Transcribe word for word the lines below from the line with "start group requests" through the line with "export interface OverviewData", ends included.

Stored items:
------------------------------------------------------------

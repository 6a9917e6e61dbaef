curl -sS --fail-with-body -X POST 'http://127.0.0.1:8080/v1/eos/evaluate' \
  -H "Authorization: Bearer $FERMIWELL_KEY" \
  -H 'Content-Type: application/json' \
  --data-binary '{"density":[1000000,10000000],"temperature":100000000,"composition":{"mixture":"c12-o16"},"fields":["pressure","specificEnergy","gamma1"]}'
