import { Injectable, inject } from '@angular/core';
import { Apollo, gql } from 'apollo-angular';
import { firstValueFrom } from 'rxjs';

import { isUnknownField } from '../core/graphql';
import type { UsageBucket, UsageQuota } from '../usage/usage-series';

export const OVERVIEW_QUERY = gql`
  query Overview($organisationId: ID!, $weekFrom: String!, $weekTo: String!) {
    organisation(id: $organisationId) {
      id
      name
      plan
      keys { id name state }
    }
    period: usage(organisationId: $organisationId, granularity: day) {
      buckets { start requests points errors }
      quota { plan pointsUsed pointsQuota pointsLeft periodStart periodEnd }
    }
    week: usage(organisationId: $organisationId, from: $weekFrom, to: $weekTo, granularity: day, groupBy: key) {
      buckets { start group requests points errors }
    }
  }
`;

export const OVERVIEW_JOBS_QUERY = gql`
  query OverviewJobs($organisationId: ID!) {
    batches: jobs(organisationId: $organisationId, kind: BATCH, limit: 5) { id kind name state points progress createdAt finishedAt }
    tables: jobs(organisationId: $organisationId, kind: TABLE, limit: 5) { id kind name state points progress createdAt finishedAt }
  }
`;

export interface OverviewData {
  readonly organisation: { readonly id: string; readonly name: string; readonly plan: string; readonly keys: readonly { id: string; name: string; state: string }[] };
  readonly period: { readonly buckets: readonly UsageBucket[]; readonly quota: UsageQuota };
  readonly week: { readonly buckets: readonly UsageBucket[] };
}

export interface RecentJob {
  readonly id: string;
  readonly kind: 'BATCH' | 'TABLE';
  readonly name: string;
  readonly state: string;
  readonly points: number;
  readonly progress: number;
  readonly createdAt: string;
  readonly finishedAt: string | null;
}

/** Recent jobs, or `available: false` when this gateway has no jobs API (yet). */
export type RecentJobs = { readonly available: true; readonly items: readonly RecentJob[] } | { readonly available: false };

/** Data of the Overview page through GraphQL: plan, quota, usage of the period and the week, jobs. */
@Injectable({ providedIn: 'root' })
export class OverviewApi {
  private readonly apollo = inject(Apollo);

  async overview(organisationId: string, week: { from: string; to: string }): Promise<OverviewData> {
    const result = await firstValueFrom(
      this.apollo.query<OverviewData, { organisationId: string; weekFrom: string; weekTo: string }>({
        query: OVERVIEW_QUERY,
        variables: { organisationId, weekFrom: week.from, weekTo: week.to },
      }),
    );
    return result.data as OverviewData;
  }

  async recentJobs(organisationId: string, limit = 5): Promise<RecentJobs> {
    try {
      const result = await firstValueFrom(
        this.apollo.query<{ batches: RecentJob[]; tables: RecentJob[] }, { organisationId: string }>({ query: OVERVIEW_JOBS_QUERY, variables: { organisationId } }),
      );
      const data = result.data as { batches: RecentJob[]; tables: RecentJob[] };
      const items = [...data.batches, ...data.tables].sort((a, b) => b.createdAt.localeCompare(a.createdAt)).slice(0, limit);
      return { available: true, items };
    } catch (error) {
      if (isUnknownField(error, 'jobs')) return { available: false };
      throw error;
    }
  }
}
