! POST http://127.0.0.1:8080/v1/eos/evaluate with the JSON body below.
! Uses the fermiwell module and C client from examples/fortran and examples/c of the Fermiwell
! sources (Fortran has no HTTP of its own):
!   gfortran -ffree-line-length-none fermiwell.f90 request.f90 fermiwell.c -lcurl -o request && ./request
program request
  use fermiwell
  implicit none
  character(len=*), parameter :: body = &
    "{" // &
    "  ""density"": [" // &
    "    1000000," // &
    "    10000000" // &
    "  ]," // &
    "  ""temperature"": 100000000," // &
    "  ""composition"": {" // &
    "    ""mixture"": ""c12-o16""" // &
    "  }," // &
    "  ""fields"": [" // &
    "    ""pressure""," // &
    "    ""specificEnergy""," // &
    "    ""gamma1""" // &
    "  ]" // &
    "}"
  type(fermiwell_client) :: fw
  character(:), allocatable :: answer
  integer :: ierr

  call fw_open(fw, url="http://127.0.0.1:8080", ierr=ierr) ! the key comes from $FERMIWELL_KEY
  if (ierr /= FW_OK) stop 'set FERMIWELL_KEY'
  call fw_post_json(fw, "/v1/eos/evaluate", body, answer, ierr)
  if (ierr /= FW_OK) then
    print '(a)', fw_error_message(fw) ! the problem's title and detail
    stop 2
  end if
  print '(a)', answer
  call fw_close(fw)
end program request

------------------------------------------------------------

ANSWER BOX.
      buckets { start group requests points errors }
    }
  }
`;

export const OVERVIEW_JOBS_QUERY = gql`
  query OverviewJobs($organisationId: ID!) {
    batches: jobs(organisationId: $organisationId, kind: BATCH, limit: 5) { id kind name state points progress createdAt finishedAt }
    tables: jobs(organisationId: $organisationId, kind: TABLE, limit: 5) { id kind name state points progress createdAt finishedAt }
  }
`;

export interface OverviewData {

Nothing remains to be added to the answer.